I could not find a way how to use resolver mode with DSL link and forwarder with LTE so eventually I switched from resolver to forwarder mode and then Unbound works fine over (slow) backup WAN link too.

Then I implemented DNS over TLS to enhance my privacy in forwarder mode.
#15
So with "virtual" you mean VirtIO paravirtualized NICs plugged into Linux bridge on KVM hypervisor side ? In such case I guess you meant "vtnet" not "vnet" ? (that's how these are visible in FreeBSD so in OPNsense). I use these on my PVE OPNsense VMs.

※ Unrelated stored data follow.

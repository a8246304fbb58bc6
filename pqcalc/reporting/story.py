"""What the PDF submittal says, section by section, as platypus flowables.

Sections (the titles are :data:`SECTION_TITLES`, in order):

1. title page: the title block from the installation file's ``[project]`` table (project,
   site, client, document number, revision and status, date; prepared, checked and
   approved by, with lines to sign), the revision table, then the contents;
2. summary of findings: the verdict, per scenario; the fixture lineup's; the currents of
   the design scenario; every failed and warned check;
3. fixture lineup: the IEC 61000-3-2 table per fixture type and state, and per fixture
   type the spectrum of its deciding state (the failing one, else the one closest to a
   limit);
4. panel results: per panel the line and neutral currents of every scenario, THDv, the
   neutral spectrum, the circuits and the checks; then the feeders and the service;
5. diversity: the summation-law or Monte Carlo results;
6. assumptions in numbers: the supply, every impedance, component value and dimmer
   parameter used, each with its origin (file, model default, derived);
7. standards and editions applied;
8. caution (the one place the caution is printed in full besides the page footer);
appendix A: the per-order table of every state of every fixture type.

Figures are made once per distinct content (a figure shared by identical panels is
drawn once and placed in each).
"""

from __future__ import annotations

import math
from collections.abc import Callable, Sequence
from functools import partial
from typing import TYPE_CHECKING, Any, Literal

import numpy as np

from ..standards.results import CAUTION
from .assumptions import dimmer_param_sets, fixture_params, impedance_rows, si
from .pdf import Col, FigureBook, fields_table, heading, keep, para, table
from .sources import standards_applied

if TYPE_CHECKING:  # pragma: no cover
    from reportlab.platypus import Flowable

    from ..installation import Assessment, LineupEntry, LineupState, ScenarioResult
    from ..installation.results import NodeResult

__all__ = ["SECTION_TITLES", "APPENDIX_TITLE", "deciding_state", "lineup_summary",
           "build_story"]

#: Section headings, in order (the tests look for them in the extracted text).
SECTION_TITLES = ("Summary of findings", "Fixture lineup: IEC 61000-3-2 harmonic emission",
                  "Panel results", "Diversity of independently dimmed circuits",
                  "Assumptions in numbers", "Standards and editions applied", "Caution")
APPENDIX_TITLE = "Appendix A: per-order results of every fixture state"

_ORDER = {"fail": 0, "warn": 1, "info": 2, "pass": 3}
_BLANK = "_" * 14  # a line to write on, where the file gives nothing


def plural(n: int, word: str, many: str | None = None) -> str:
    """``1 circuit``, ``2 circuits``."""
    return f"{n} {word if n == 1 else (many or word + 's')}"


def _num(x: Any, spec: str = ".2f") -> str:
    if x is None:
        return "-"
    v = float(x)
    return "-" if not math.isfinite(v) else format(v, spec)


def _pct(x: Any, spec: str = ".1f") -> str:
    return "-" if x is None or not math.isfinite(float(x)) else format(100 * float(x), spec)


def _nodes(s: ScenarioResult) -> tuple[NodeResult, ...]:
    return tuple(s.panels) + tuple(s.feeders) + (s.transformer,)


# ---------------------------------------------------------------------------- title page
def title_page(a: Assessment, version: str, generated: str) -> list[Flowable]:
    from reportlab.platypus import Spacer

    inst = a.installation
    pj = inst.project
    out: list[Flowable] = [Spacer(1, 30),
                           para("Power-quality assessment of a dimmed LED lighting installation",
                                "subtitle"),
                           para(pj.name or inst.path, "title"), Spacer(1, 8)]
    rows = [("Project", pj.name), ("Site", pj.site), ("Client", pj.client),
            ("Document number", pj.document_number), ("Revision", pj.revision),
            ("Status", pj.status), ("Date", pj.date),
            ("Installation file", inst.path), ("Calculated with", f"pqcalc {version}"),
            ("Generated", generated)]
    out.append(fields_table([(k, v or _BLANK) for k, v in rows], (0.25, 0.75), size=9))
    out.append(Spacer(1, 14))
    out.append(para("Responsibility", "h3"))
    sig = [("prepared by", pj.preparer), ("checked by", pj.checked_by),
           ("approved by", pj.approved_by)]
    # the row's rule is the line to sign on; the row is tall enough to sign
    out.append(table([Col("", 0.2), Col("name", 0.34), Col("signature", 0.28),
                      Col("date", 0.18)],
                     [(k, (v or "") + "\n\n", "", "") for k, v in sig], size=9))
    out.append(Spacer(1, 14))
    out.append(para("Revisions", "h3"))
    revs = [(r.rev, r.date, r.description, r.by) for r in pj.revisions]
    if not revs:
        revs = [(pj.revision or "-", pj.date or "-", "(no revision table in the "
                 "installation file)", pj.preparer or "-")]
    out.append(table([Col("rev", 0.1), Col("date", 0.16), Col("description", 0.52),
                      Col("by", 0.22)], revs, size=8.5))
    s = inst.supply
    out += [Spacer(1, 14), para(
        f"Supply: {s.system}, {s.voltage_ln_v:g} V line-to-neutral, {s.frequency_hz:g} Hz "
        f"({s.rules} rule set); {plural(inst.n_lamps, 'lamp')} in "
        f"{plural(len(inst.circuits), 'circuit')} on {plural(len(inst.panels), 'panel')}; "
        f"{plural(len(a.scenarios), 'scenario')} "
        f"({', '.join(sc.name for sc in a.scenarios)}).", "body")]
    if pj.notes:
        out.append(para(pj.notes, "note"))
    return out
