// Claim 2 (the square-loss theory; theory, common practice): on a fixed
// separable data set, a smaller ρ0 ends at a smaller ρ and a larger
// minimum normalized margin than a large ρ0.
//
// Setting: Iris setosa against the rest (linearly separable: UCI dataset
// description, REFERENCES.md), standardized; 4 inputs + the constant
// feature, 16 ReLU units, one output, weight-normalized with one global ρ;
// square loss, λ = 1e-3 on ρ², full-batch gradient descent, η = 0.02; the
// same seed (so the same initial directions V) for ρ0 = 1e-3, 1e-1 and 10.
// Three points of each run are compared: where gauge.Equilibrium's default
// criterion first holds; a fixed budget of 20,000 epochs (ηt = 400); and,
// without -short, 100,000 epochs (ηt = 2000).
//
// What was found (values when written; the run is deterministic):
//
//	ρ0     | detector fires      | 20,000 epochs      | 100,000 epochs
//	       | step  ρ     min γ   | ρ      min γ       | ρ      min γ
//	1e-3   |  616  1.271 0.3128  | 2.1085 0.30719     | 2.1249 0.31359
//	1e-1   |  884  1.274 0.3151  | 2.1079 0.30717     | 2.1249 0.31354
//	10     | 8162  7.097 0.1203  | 4.4741 0.19241     | 2.1279 0.31319
//
// So the claim holds between small and large ρ0 at the detector's
// equilibrium and at the fixed budget, by wide margins; it does not hold as
// a strict order between 1e-3 and 1e-1, which end at the same point to
// about 3e-4 (and the small differences go either way: the margins are in
// the wrong order where the detector fires, ρ is after 20,000 epochs);
// and it is a transient: with λ > 0 the run from ρ0 = 10 keeps moving
// after the detector fires and after 100,000 epochs has come to within
// 0.15% of the small-ρ0 runs in ρ and in minimum margin, forgetting ρ0.
// (gauge.Equilibrium's criterion, ‖V̇‖ below 5% of its peak, fires long
// before that: the peak of a run from ρ0 = 10 is large, and the slow
// drift that remains is driven by λ.) Not asserted, from the exploration
// that chose these settings: with η = 0.05 or 0.1, or with ρ0 = 30 at
// η = 0.02, the run from the large ρ0 kills hidden units in its first steps
// and ends with minimum margin 0 (some rows get output 0) — a large ρ0 with
// one global ρ needs a small step.
//
// The same runs under the default per-layer scales (W_k = ρ_k·V_k, decay
// λΣρ_k², ρ = ∏ρ_k; values when written):
//
//	ρ0     | detector fires      | 20,000 epochs      | 100,000 epochs
//	       | step  ρ     min γ   | ρ      min γ       | ρ      min γ
//	1e-3   | 6499  1.662 0.3141  | 2.3788 0.31266     | 2.8044 0.2909
//	1e-1   |  828  1.646 0.3478  | 2.4398 0.31922     |
//	10     |   87  7.117 0.0917  | 2.9176 0.28192     | 2.8121 0.29019
//
// The claim, small against large ρ0, holds here too at the detector and at
// the budget. Unlike one global scale, ρ0 = 1e-3 and 1e-1 do not end at the
// same point after 20,000 epochs: 2.5% apart in ρ and 2.1% in the minimum
// margin, and in the margin against the claim's order (the smaller ρ0 has
// the smaller margin): each layer's scale climbs on its own, from ρ_k =
// ρ0^{1/2}, so the run from 1e-3 does not simply retrace the other. And the
// transient is forgotten again: after 100,000 epochs ρ0 = 10 and 1e-3 are
// within 0.3% in ρ and in the minimum margin, gaps 70 and 43 times smaller
// than at 20,000, at a different end point from the global scale's (ρ 2.81
// against 2.12, margin 0.29 against 0.31).
func TestClaimSmallRho0LargerMargin(t *testing.T) {
	// sameEnd is the relative gap below which ρ0 = 1e-3 and 1e-1 count as
	// the same end point after the budget, and shrink the factor by which
	// the gap between ρ0 = 10 and 1e-3 must close by 100,000 epochs. For
	// the global scale both follow from the findings below (30 times the
	// measured gap; a 100-fold closing). For per-layer scales the runs do
	// not end together: the measured 2.5% gap is asserted to stay below
	// 5%, and the closing to be at least 20-fold (measured 43 and 70):
	// regression guards, chosen after the runs.
	for _, mode := range []struct {
		name            string
		opts            normalize.Options
		sameEnd, shrink float64
	}{
		{"global", normalize.Options{Scale: normalize.Global}, 1e-2, 100},
		{"per-layer", normalize.Options{Scale: normalize.PerLayer}, 5e-2, 20},
	} {
		t.Run(mode.name, func(t *testing.T) { claimSmallRho0(t, mode.opts, mode.sameEnd, mode.shrink) })
	}
}
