// cvGamma is γ_m = mu/(1 − mu), the bound on the relative error of a
// computation of m successive roundings of unit round-off u, and of a
// length-m dot product relative to the sum of the |terms| (Higham,
// Accuracy and Stability of Numerical Algorithms, §3.1; from memory).
func cvGamma(m int, u float64) float64 { return float64(m) * u / (1 - float64(m)*u) }

// cvFlat returns the concatenated values of ps in float64.
func cvFlat[T net.Float](ps []*net.Param[T]) []float64 {
	var out []float64
	for _, p := range ps {
		for _, v := range p.Value {
			out = append(out, float64(v))
		}
	}
	return out
}

// cvSetFlat writes theta into the values of ps.
func cvSetFlat(ps []*net.Param[float64], theta []float64) {
	off := 0
	for _, p := range ps {
		off += copy(p.Value, theta[off:off+len(p.Value)])
	}
}

func cvMaxAbs(a []float64) float64 {
	var m float64
	for _, v := range a {
		m = max(m, math.Abs(v))
	}
	return m
}

func cvNorm(a []float64) float64 {
	var s float64
	for _, v := range a {
		s += v * v
	}
	return math.Sqrt(s)
}

// cvObjective returns L(θ) = mean square loss + λ Σ_{Decay} ‖θ_p‖² as a
// function of the flat parameters of m, for gonum's diff/fd. It writes θ
// into the model; restore the parameters afterwards.
func cvObjective(m optim.Model[float64], x, y []float64, rows int, lambda float64) func([]float64) float64 {
	ps := m.Params()
	cols := m.Base().Out()
	return func(theta []float64) float64 {
		cvSetFlat(ps, theta)
		optim.Resync(m) // parameters written directly: bring W = ρ·V up to date
		l := loss.Square[float64]{}.Eval(m.Forward(x, rows), y, rows, cols, nil)
		off := 0
		for _, p := range ps {
			if p.Decay {
				for _, v := range theta[off : off+len(p.Value)] {
					l += lambda * v * v
				}
			}
			off += len(p.Value)
		}
		return l
	}
}

// cvRomberg evaluates a difference quotient D at the steps h, h/2, …,
// h/2^(levels−1) and combines them by Richardson extrapolation in h²
// (Romberg's table). A central difference of a polynomial of degree q has
// an error that is a polynomial in h² of degree below q/2 with no constant
// term, so levels ≥ q/2 removes the truncation error exactly, leaving
// rounding. It returns the combination and the weight of each level in
// it, from which the caller bounds the rounding.
func cvRomberg(levels int, h float64, eval func(h float64) []float64) (out, weights []float64) {
	a := make([][][]float64, levels)
	w := make([][][]float64, levels)
	for k := range levels {
		a[k] = make([][]float64, k+1)
		w[k] = make([][]float64, k+1)
		a[k][0] = eval(h / math.Pow(2, float64(k)))
		w[k][0] = make([]float64, levels)
		w[k][0][k] = 1
		for j := 1; j <= k; j++ {
			f := math.Pow(4, float64(j))
			a[k][j] = make([]float64, len(a[k][0]))
			for i := range a[k][j] {
				a[k][j][i] = (f*a[k][j-1][i] - a[k-1][j-1][i]) / (f - 1)
			}
			w[k][j] = make([]float64, levels)
			for i := range w[k][j] {
				w[k][j][i] = (f*w[k][j-1][i] - w[k-1][j-1][i]) / (f - 1)
			}
		}
	}
	return a[levels-1][levels-1], w[levels-1][levels-1]
}

// cvFDHessian returns the Hessian of f at theta from gonum's fd.Hessian
// (central formula) with Romberg extrapolation over levels steps from h,
// and a bound on the Frobenius norm of its rounding error when every
// evaluation of f is off by at most deltaF. An entry of fd.Hessian at step
// h combines four values with coefficients ±1/4 divided by h² (gonum's
// central stencil, ±½ in each direction), so its rounding is at most
// deltaF/h²; the extrapolated entry's is Σ_k |w_k|·deltaF/h_k².
func cvFDHessian(f func([]float64) float64, theta []float64, levels int, h, deltaF float64) (*mat.SymDense, float64) {
	p := len(theta)
	x := append([]float64(nil), theta...)
	flat, w := cvRomberg(levels, h, func(h float64) []float64 {
		var hs mat.SymDense
		fd.Hessian(&hs, f, x, &fd.Settings{Formula: fd.Central, Step: h})
		out := make([]float64, p*p)
		for i := range p {
			for j := range p {
				out[i*p+j] = hs.At(i, j)
			}
		}
		return out
	})
	var entry float64
	for k, wk := range w {
		hk := h / math.Pow(2, float64(k))
		entry += math.Abs(wk) * deltaF / (hk * hk)
	}
	hs := mat.NewSymDense(p, nil)
	for i := range p {
		for j := i; j < p; j++ {
			hs.SetSym(i, j, flat[i*p+j])
		}
	}
	return hs, float64(p) * entry // ‖E‖_F ≤ P·max|E_ij|
}

// cvFDGradient is cvFDHessian's twin for gonum's fd.Gradient (central
// formula): an entry at step h is (f(x+h) − f(x−h))/(2h), whose rounding is
// at most deltaF/h. The bound returned is on the Euclidean norm.
func cvFDGradient(f func([]float64) float64, theta []float64, levels int, h, deltaF float64) ([]float64, float64) {
	x := append([]float64(nil), theta...)
	g, w := cvRomberg(levels, h, func(h float64) []float64 {
		return fd.Gradient(nil, f, x, &fd.Settings{Formula: fd.Central, Step: h})
	})
	var entry float64
	for k, wk := range w {
		entry += math.Abs(wk) * deltaF / (h / math.Pow(2, float64(k)))
	}
	return g, math.Sqrt(float64(len(theta))) * entry
}

// cvSymSpectrum returns the eigenvalues of a symmetric matrix from gonum's
// EigenSym, ascending.
func cvSymSpectrum(t *testing.T, a mat.Symmetric) []float64 {
	t.Helper()
	var e mat.EigenSym
	if !e.Factorize(a, false) {
		t.Fatal("gonum EigenSym failed")
	}
	return e.Values(nil)
}

// cvDominant returns the eigenvalue of largest magnitude in vals and the
// largest magnitude among the others relative to it.
func cvDominant(vals []float64) (top, ratio float64) {
	i0 := 0
	for i, v := range vals {
		if math.Abs(v) > math.Abs(vals[i0]) {
			i0 = i
		}
	}
	var next float64
	for i, v := range vals {
		if i != i0 {
			next = max(next, math.Abs(v))
		}
	}
	return vals[i0], next / math.Abs(vals[i0])
}

// cvIterations returns enough power-iteration steps for the start
// vector's share off the top eigenvector to fall by 1e-24: the error of
// the Rayleigh quotient falls as ratio^(2k)·tan²θ₀ for a symmetric matrix
// and as ratio^k·tanθ₀ otherwise (times the condition of the eigenvector
// basis, near 1 for the matrices here, whose top eigenvalue has s near 1). A start drawn from N(0, I) in P ≤ 100
// dimensions has tanθ₀ > 1e7 only if its top coordinate is below 1e-7
// of its norm, a chance under 1e-5; past that the remaining error is below
// 1e-17 of the spread of the spectrum, far below every tolerance here.
func cvIterations(t *testing.T, ratio float64) int {
	t.Helper()
	k := int(math.Ceil(math.Log(1e-24) / math.Log(ratio)))
	if ratio >= 1 || k > 20000 {
		t.Fatalf("the dominant eigenvalue is not separated (ratio %.6f): the seeded problem is not a fair test of power iteration", ratio)
	}
	return max(k, 2)
}

// cvLinearData draws n rows of d N(0, 1) features, column j scaled by
// 2/(j+1) so that the top eigenvalue of XᵀX stands apart, and targets:
// ±1 for one output, one-hot for several.
func cvLinearData(n, d, outs int, seed uint64) (x, y []float64) {
	rng := rand.New(rand.NewPCG(seed, 0x6375727678)) // "curvx"
	x = make([]float64, n*d)
	for i := range n {
		for j := range d {
			x[i*d+j] = 2 / float64(j+1) * rng.NormFloat64()
		}
	}
	y = make([]float64, n*outs)
	for i := range n {
		if outs == 1 {
			y[i] = float64(2*rng.IntN(2) - 1)
		} else {
			y[i*outs+rng.IntN(outs)] = 1
		}
	}
	return x, y
}

// cvLinearBound bounds the error of Sharpness on the linear model
// f(x) = x̃·Wᵀ (x̃ = x with a constant 1 appended) with the square loss,
// whose gradient (2/n)(X̃Wᵀ − Y)ᵀX̃ is affine in W, so that the central
// difference has no truncation error at all. What is left is rounding.
//
// A gradient element is computed through at most m = (d + 2) + 3 + (n + 1)
// roundings: the forward product (d+1 fused steps and the final rounding
// in the kernel), the loss's difference, scaling and conversion, and the
// backward product over n rows. By the standard bound (cvGamma) it is off
// by at most γ_m times the same computation in absolute values,
//
//	G_abs[c, j] = (2/n) Σ_n |x̃_nj|·(Σ_k |x̃_nk|(|W_ck| + ε) + |y_nc|),
//
// where |W| + ε bounds the weights at both probes (ε ≥ |εv_k|). Each
// product of Sharpness is w = ĝ(θ + d₊) − ĝ(θ − d₋) with errors e± of that
// size, and its Rayleigh quotient dᵀw/dᵀd moves by at most
// ‖e₊ − e₋‖/‖d‖ ≤ 2γ_m‖G_abs‖/‖d‖. The displacement d is 2εv up to the
// rounding of θ ± εv, at most u(|θ_k| + ε) per end, so ‖d‖ ≥ 2ε −
// 2u(‖θ‖ + ε√P). Sharpness's own float64 arithmetic (the difference of
// the two gradients, the decay term, two dot products of length P) adds
// at most (2γ_P + 3u₆₄) relative to |λ|.
func cvLinearBound(x, y, theta []float64, n, d, outs int, eps, u float64) float64 {
	in := d + 1
	xt := func(i, j int) float64 {
		if j == d {
			return 1
		}
		return x[i*d+j]
	}
	var g2 float64
	for c := range outs {
		for j := range in {
			var s float64
			for i := range n {
				var f float64
				for k := range in {
					f += math.Abs(xt(i, k)) * (math.Abs(theta[c*in+k]) + eps)
				}
				s += math.Abs(xt(i, j)) * (f + math.Abs(y[i*outs+c]))
			}
			s *= 2 / float64(n)
			g2 += s * s
		}
	}
	p := len(theta)
	m := (d + 2) + 3 + (n + 1)
	dlow := 2*eps - 2*u*(cvNorm(theta)+eps*math.Sqrt(float64(p)))
	return 2 * cvGamma(m, u) * math.Sqrt(g2) / dlow
}

// Closed form: with f(x) = x̃·Wᵀ and loss.Square (mean over the n rows of
// ‖f − y‖², gradient 2(f − y)/n, see its doc), the objective
// (1/n) Σ_n Σ_c (w_c·x̃_n − y_nc)² + λ‖W‖² has, for every output c, the
// block (2/n)X̃ᵀX̃ + 2λI of second derivatives in w_c and none between
// outputs: the Hessian is block diagonal with C equal blocks (ridge
// regression; Hoerl and Kennard 1970). Its eigenvalues come from gonum's
// EigenSym on the assembled P×P matrix, P = C(d+1).
func TestSharpnessLeastSquares(t *testing.T) {
	for _, outs := range []int{1, 3} {
		t.Run(map[int]string{1: "one-output", 3: "three-outputs"}[outs], func(t *testing.T) {
			const n, d, lambda = 40, 4, 0.05
			x, y := cvLinearData(n, d, outs, uint64(outs))
			nw, err := net.NewBuilder[float64](d).ConstantFeature("one").Readout("out", outs).Build()
			if err != nil {
				t.Fatal(err)
			}
			if err := nw.Init(net.InitSettings{Seed: 5}); err != nil {
				t.Fatal(err)
			}
			in := d + 1
			p := outs * in
			xt := mat.NewDense(n, in, nil)
			for i := range n {
				for j := range d {
					xt.Set(i, j, x[i*d+j])
				}
				xt.Set(i, d, 1)
			}
			var block mat.SymDense
			block.SymOuterK(2/float64(n), xt.T()) // (2/n)X̃ᵀX̃
			h := mat.NewSymDense(p, nil)
			for c := range outs {
				for j := range in {
					for k := j; k < in; k++ {
						v := block.At(j, k)
						if j == k {
							v += 2 * lambda
						}
						h.SetSym(c*in+j, c*in+k, v)
					}
				}
			}
			vals := cvSymSpectrum(t, h)
			top := vals[p-1]
			// The gap that matters is to the next distinct eigenvalue: with
			// C outputs the top one is C-fold, and the iteration converges
			// into its eigenspace.
			bvals := cvSymSpectrum(t, &block)
			ratio := (bvals[in-2] + 2*lambda) / (bvals[in-1] + 2*lambda)
			k := cvIterations(t, ratio)

			theta := cvFlat(nw.Params())
			eps := math.Cbrt(cvU64) * max(cvNorm(theta), 1) // Sharpness's documented step
			est, err := optim.Sharpness[float64](nw, loss.Square[float64]{}, x, y, n,
				optim.SharpnessSettings{Iterations: k, Tolerance: -1, WeightDecay: lambda, Seed: 9})
			if err != nil {
				t.Fatal(err)
			}
			spread := top - vals[0]
			b := cvLinearBound(x, y, theta, n, d, outs, eps, cvU64)
			// First order b, the arithmetic of Sharpness, and the second-
			// order effect of the same errors on the direction: the noisy
			// iteration settles within an angle of about b/(λ₁ − λ₂) of
			// the top eigenspace, costing the Rayleigh quotient at most
			// the spread times its square.
			gap := top * (1 - ratio)
			tol := b + (2*cvGamma(p, cvU64)+3*cvU64)*top + spread*(b/gap)*(b/gap)
			t.Logf("λ_max %.12g (EigenSym), estimate %.12g in %d steps, |Δ| %.3g, tolerance %.3g; next/top %.3f", top, est.Value, est.Iterations, math.Abs(est.Value-top), tol, ratio)
			if math.Abs(est.Value-top) > tol {
				t.Errorf("Sharpness = %.12g, want the top eigenvalue of (2/n)X̃ᵀX̃ + 2λI, %.12g, within %.3g", est.Value, top, tol)
			}
			if est.Iterations != k || est.Converged {
				t.Errorf("with Tolerance < 0: %d steps, converged %v; want all %d steps and not converged", est.Iterations, est.Converged, k)
			}
			// The decay must be in the estimate: 2λ is far above the
			// tolerance, so an estimator that left it out would fail.
			if 2*lambda < 100*tol {
				t.Errorf("2λ = %v is not far above the tolerance %.3g: the check would not see a missing decay", 2*lambda, tol)
			}
		})
	}
}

I have never paid attention to how they work in OPNsense but my understanding will be same as with PCIE passthrough with SR-IOV - driver always reports their link state to be up and will not replicate physical NICs state that is connected to the underlying Linux bridge. So they will always show up as green in OPNsense, unless you forcibly/manually put link down on such virtualized NIC in KVM VM's configuration.

I'm surprised there were any changes around 24.7.6 in this regards.

Gateway state reporting will still work fine becuase if physical link dies, you are not able to ping gateway anymore (assuming you are monitoring gateway IP behind the physical cable but not another VM's IP for example).

If VirtIO link went down when physivcal link of the NIC connected to the bridge went down then you would lose ability to talk to another VMs in the same bridge when physical link goes down. I'm guessing in most cases it is undesirable.

I saw an option to replicate physical NIC linkstate to virtualized NIC linkstate in standalone desktop hypervisors (e.g. VirtualBox) but not in KVM.
With KVM, if you want physical link state be replicated to NIC in the VM then my best guess would be to stay with PCIe passthrough and effectively reassign physical NIC from hypervisor to VM.